Gopher Rodeo

Here We Go Round the Mulberry Bush

29 Apr 2025

I hadn't really intended this blog to become a "week notes", but I can't say I'm against it. This blog is a little late, on account of a hellish Saturday evening that had me working until 4:30am. Sunday is a blur.

I had thought this blog would have more technical content in it, but I've found my thoughts drawn to other things. A little while ago in Brighton a had a "mulberry crumble". An unbelievably delicious dessert, that started off a minor obsession myself and my partner with mulberries. The first thing to know is that, despite the nursery rhyme, mulberries grow on trees rather than bushes. They aren't native to our shores, but were brought here to try to stiumulate a silk trade as silkworms enjoy mulberry trees.

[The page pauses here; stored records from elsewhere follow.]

// The response of a second-order circuit after an event, one formula for all three damping regimes.
//
// y(t) = yPre                                        for t < t0
// y(t) = yFinal + e^(-alpha tau) (a C(tau) + b S(tau))   for t >= t0, tau = t - t0
// with q = omega0^2 - alpha^2 and
//   C(tau) = cos(sqrt(q) tau)          S(tau) = sin(sqrt(q) tau) / sqrt(q)      (q > 0, underdamped)
//   C(tau) = cosh(sqrt(-q) tau)        S(tau) = sinh(sqrt(-q) tau) / sqrt(-q)   (q < 0, overdamped)
// Both are entire functions of q (C = sum (-q tau^2)^k / (2k)!, S = tau sum (-q tau^2)^k / (2k+1)!),
// so the model is smooth through critical damping (q = 0, S = tau) with no switch and no 0/0.
// At t0+: y = yFinal + a and dy/dt = b - alpha a.

export interface ResponseParams {
  /** Event time, s. */
  t0: number;
  /** Level held before the event. */
  yPre: number;
  /** Level the response settles to (0 for a ringdown to zero). */
  yFinal: number;
  /** Neper frequency alpha, s^-1 (> 0 for a decaying response). */
  alpha: number;
  /** Undamped natural frequency omega0, rad/s. */
  omega0: number;
  /** Natural part at t0+: y(t0+) - yFinal. */
  a: number;
  /** Slope term: dy/dt(t0+) + alpha a. */
  b: number;
}

/** Below this |q tau^2| the power series is used instead of the trig/hyperbolic form. */
const SERIES_LIMIT = 1e-2;

/**
 * e^(-alpha tau) C(tau) and e^(-alpha tau) S(tau) for one tau >= 0, written so that a heavily
 * overdamped response neither overflows nor cancels (the cosh and sinh are split into the two poles).
 */
export function dampedBasis(alpha: number, omega0: number, tau: number): [number, number] {
  const q = omega0 * omega0 - alpha * alpha;
  const x = q * tau * tau;
  if (Math.abs(x) < SERIES_LIMIT) {
    // Series to order x^4: error below (1e-2)^5 / 10! relative.
    const c = 1 - x / 2 + (x * x) / 24 - (x * x * x) / 720 + (x * x * x * x) / 40320;
    const s = tau * (1 - x / 6 + (x * x) / 120 - (x * x * x) / 5040 + (x * x * x * x) / 362880);
    const e = Math.exp(-alpha * tau);
    return [e * c, e * s];
  }
  if (q > 0) {
    const w = Math.sqrt(q);
    const e = Math.exp(-alpha * tau);
    return [e * Math.cos(w * tau), (e * Math.sin(w * tau)) / w];
  }
  const beta = Math.sqrt(-q);
  const slow = Math.exp((beta - alpha) * tau);
  const fast = Math.exp(-(alpha + beta) * tau);
  return [(slow + fast) / 2, (slow - fast) / (2 * beta)];
}

/**
 * e^(-alpha tau) C(tau) and e^(-alpha tau) S(tau) over a whole time axis (tau = t - t0; zero before t0),
 * without allocating per sample: the hot loop of every fit.
 */
export function fillDampedBasis(
  alpha: number,
  omega0: number,
  t0: number,
  time: ArrayLike<number>,
  ec: Float64Array,
  es: Float64Array,
): void {
  const q = omega0 * omega0 - alpha * alpha;
  const w = Math.sqrt(Math.abs(q));
  for (let i = 0; i < time.length; i++) {
    const tau = time[i] - t0;
    if (tau < 0) {
      ec[i] = 0;
      es[i] = 0;
      continue;
    }
    const x = q * tau * tau;
    if (Math.abs(x) < SERIES_LIMIT) {
      const e = Math.exp(-alpha * tau);
      ec[i] = e * (1 - x / 2 + (x * x) / 24 - (x * x * x) / 720 + (x * x * x * x) / 40320);
      es[i] = e * tau * (1 - x / 6 + (x * x) / 120 - (x * x * x) / 5040 + (x * x * x * x) / 362880);
    } else if (q > 0) {
      const e = Math.exp(-alpha * tau);
      ec[i] = e * Math.cos(w * tau);
      es[i] = (e * Math.sin(w * tau)) / w;
    } else {
      const slow = Math.exp((w - alpha) * tau);
      const fast = Math.exp(-(alpha + w) * tau);
      ec[i] = (slow + fast) / 2;
      es[i] = (slow - fast) / (2 * w);
    }
  }
}

/** The model at one instant. */
export function responseAt(p: ResponseParams, t: number): number {
  if (t < p.t0) return p.yPre;
  const [ec, es] = dampedBasis(p.alpha, p.omega0, t - p.t0);
  return p.yFinal + p.a * ec + p.b * es;
}

/** The model over a time axis, written into `out` when given. */
export function evaluateResponse(p: ResponseParams, time: ArrayLike<number>, out?: Float64Array): Float64Array {
  const y = out ?? new Float64Array(time.length);
  const ec = new Float64Array(time.length);
  const es = new Float64Array(time.length);
  fillDampedBasis(p.alpha, p.omega0, p.t0, time, ec, es);
  for (let i = 0; i < time.length; i++) y[i] = time[i] < p.t0 ? p.yPre : p.yFinal + p.a * ec[i] + p.b * es[i];
  return y;
}

/** Damped (ring) angular frequency omega_d, or null when not underdamped. */
export function ringFrequency(alpha: number, omega0: number): number | null {
  const q = omega0 * omega0 - alpha * alpha;
  return q > 0 ? Math.sqrt(q) : null;
}

/** a and b from the value and slope of the response just after the event. */
export function coefficientsFromInitial(
  yAtStart: number,
  slopeAtStart: number,
  yFinal: number,
  alpha: number,
): { a: number; b: number } {
  const a = yAtStart - yFinal;
  return { a, b: slopeAtStart + alpha * a };
}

That effort did not pay off, and unfortunarely a lot of mulberry trees died with their efforts. But in a way mulberry trees have been following me and my partner for a while. Nearby Charlton became the centre of a lot of mulberry tree growing, and there are great mulberry trees to see at Charlton House, Greenwich University's Dreadnought Building at Lesnes Abbey.

There is a huge amount of information on London's mulberry trees on the fantastic Morus Londinium website. They even have a map to find your nearest mulberry tree! One of the most impressive features I've seen of black mulberry trees is there ability to completely grow back, even if cut right back into a stump. You can read more about these "phoenix trees" here. I do wish I had the resiliency of a mulberry tree.

One sort-of tech related thing I can say about last week is how I fear that AI might mean a sharp downturn in the quality of documentation. Let's face it: not all open source projects have great documentation as it is. But I had a situation over the weekend where what appeared to be a very simple setup that should have been just a straightforward change to configuration became a drawn-out battle between human and software.

The documentation included no examples, and the tutorials in the documentation created a configuration that the software complained was deprecated. The only way I found to get it to work was to bash it through a bunch of GitHub Copilot prompts until it worked. That's a terrible experience. I don't really want to support AI, I want to learn for myself, but and if the documentation is so bad I'm forced to turn to AI then I think that is an indictment of the documentation.

Unfortunately, I fear developers will neglect documentation even more if the expectation is that an AI can figure it out for you. Why bother to create a useful set of documentation with tutorials, references and how-tos if nobody will bother reading it and instead will get an AI to explain it to them instead? Are we just writing documentation for the consumption of robots now?